Let us look at top 10 recommendations for the first user in the test set.
pUBCF <- predict(modelUBCF, newdata = known[1], type = "topNList")
pHybrid <- predict(model_Hybrid, newdata = known[1], type = "topNList")$A100ZQDV7L8PVV
[1] 8871 4298 8747 9564 8868 2076 1181 9547 7390 9560$A100ZQDV7L8PVV
[1] 4298 8871 8747 8868 2076 9547 9560 1181 8643 9564Now as we see, the Hybrid model includes most of the items recommended by the UBCF model, but there are new items and the order is different.
Conclusion
• In this project we have build three different recommender system algorithms and compared the accuracy of all the three different models. Similar process can be employed to compare additional models or to adjust model parameters to find the most optimal model.
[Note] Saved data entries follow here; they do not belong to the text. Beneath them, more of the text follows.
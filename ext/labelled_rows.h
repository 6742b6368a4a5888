// Values with their labels, row by row, into a column set: what every aggregate that takes labelled
// pairs has in common.
//
// Each is the base of a State (ext/aggregate.h) that adds `Answer`. Labels, options included, must
// be the same in every row of a group or frame, byte for byte.
#ifndef LADDERLINE_EXT_LABELLED_ROWS_H_
#define LADDERLINE_EXT_LABELLED_ROWS_H_

#include <optional>
#include <string>
#include <utility>
#include <vector>

#include "core/model/columns.h"
#include "core/model/fit.h"
#include "core/model/label.h"
#include "ext/call.h"

namespace ladderline {

class ModelRows {
 public:
  void Inverse(const Call& call);

 protected:
  // Before the first row: what the columns are, and the argument that holds each one's value.
  void Start(const Call& call, std::vector<Label> labels, std::vector<int> value_arguments);
  void Add(const Call& call);

  bool started() const { return set_.has_value(); }  // a row has been offered
  const ColumnSet& set() const { return *set_; }
  const FitOptions& options() const { return options_; }
  FitOptions& options() { return options_; }

 private:
  // Whether the row is plain: complete, and every number as it is, inside its domain.
  bool ReadCells(const Call& call, std::int64_t row);

  FitOptions options_;
  std::optional<ColumnSet> set_;
  std::vector<Cell> cells_;
  std::vector<int> value_arguments_;
};

// Bare values, called y, x1, x2 ….
class BareRows : public ModelRows {
 public:
  void Step(const Call& call);
};

// label, value, label, value, …, the response first.
class LabelledRows : public ModelRows {
 public:
  void Step(const Call& call);

 protected:
  ~LabelledRows() = default;
  // A look at the labels of the columns, before the first row: to refuse or to change some.
  virtual void Prepare(const Call&, std::vector<Label>&) {}
  // For a Prepare: refuses a re-expressed response, saying why, and a fit without an intercept.
  void RequireRaw(const Call& call, const Label& response, const char* why) const;

 private:
  // A label or an option's value: text that must be the same, byte for byte, on every row of a
  // group. A number given for an option is compared as the host writes it.
  struct Constant {
    int argument;
    std::string text;
    bool Same(sqlite3_value* value) const;
  };

  void ReadLabels(const Call& call);
  void SetOption(const Call& call, const std::string& name, int argument);
  [[noreturn]] void ThrowVaries(const Call& call, const Constant& constant) const;

  std::vector<Constant> constants_;
  std::vector<std::string> given_;
};

}  // namespace ladderline

#endif  // LADDERLINE_EXT_LABELLED_ROWS_H_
Additional experiments that could be performed
• One of the approaches in measuring success of diversification may be A/B testing. Users are randomly divided into two groups and each group is offered a slightly different experience. For instance, one group may get recommendations only from the UBCF model while the other group will get recommendations from the hybrid model.
• User experience is measured in some way. The least instrusive way is to monitor user interaction. In this example of Amazon products, a click on a recommendation suggested by the random element of the model will point to the fact that the hybrid model provides valuable recommendations.
• Of course, it is possible to track other metrics - products bought, time spent on product page, amount spent, etc. The basic idea is to see if the hybrid model provides meaningful improvement to the basic model.
• It is important to have objective measures when building and optimizing data science models. Evaluation of a model that returns highly relevant, but redundant recommendations should reflect that the model may score poorly in user experience.
• One of the approaches to measure diversity is described in Novelty and Diversity in Information Retrieval Evaluation. This or similar measurement should be incorporated in projects of this type.